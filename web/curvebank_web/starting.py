"""What a new draft begins with."""

from typing import Any

from . import catalogue, desk_sheets, sources
from .api.models import NewDraft
from .bank_access import reading
from .problems import Problem
from .services import desk_db, services

Origin = tuple[str, int] | None


def starting_point(body: NewDraft) -> tuple[dict[str, Any], str, Origin]:
    """Document, label of the first step, and the (key, revision) it came from, if any."""
    if body.sheet is not None:
        return _from_sheet(body), "Laid the sheet on the desk", None
    if body.from_pump is not None:
        return _from_pump(body)
    return _from_doc(body), "Opened a recipe", None


def _known_sheet(sha256: str) -> dict[str, Any]:
    known = desk_sheets.describe(desk_db(), sha256) or sources.describe_in_bank(services().bank, sha256)
    if known is None:
        raise Problem(404, "no-such-sheet", "The sheet is not here", "Neither the desk nor the bank holds this sheet. Add its file first.")
    return known


def _from_sheet(body: NewDraft) -> dict[str, Any]:
    assert body.sheet is not None
    known = _known_sheet(body.sheet.sha256)
    sheet = {
        "file": body.sheet.file or known["file_name"],
        "page": body.sheet.page,
        "dpi": body.sheet.dpi,
        "turn": body.sheet.turn,
        "sha256": body.sheet.sha256,
    }
    return {"recipe": 1, "sheet": sheet, "pump": {"maker": "", "model": "", "stages": 1}, "panels": [], "curves": []}


def _from_pump(body: NewDraft) -> tuple[dict[str, Any], str, Origin]:
    from . import revisions

    assert body.from_pump is not None
    with reading(services().bank) as bank:
        key = bank.resolve(body.from_pump)[1]
        number = body.revision or catalogue.history(bank, key)["revisions"][-1]["number"]
        return revisions.recipe_of(bank, key, number, body.sheet_sha256), f"Took revision {number} of {key} back to the desk", (key, number)


def _from_doc(body: NewDraft) -> dict[str, Any]:
    doc = dict(body.doc or {})
    if body.sheet_sha256 is not None:
        known = _known_sheet(body.sheet_sha256)
        stated = doc.get("sheet") if isinstance(doc.get("sheet"), dict) else {}
        doc["sheet"] = {"file": known["file_name"], "page": 1, **(stated or {}), "sha256": body.sheet_sha256}
    return doc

☆ ☆ ☆

TASK TO COMPLETE ::
What lines in the listing contain "revisions"? Copy them all.

REPLY ::
    from . import revisions
        number = body.revision or catalogue.history(bank, key)["revisions"][-1]["number"]
        return revisions.recipe_of(bank, key, number, body.sheet_sha256), f"Took revision {number} of {key} back to the desk", (key, number)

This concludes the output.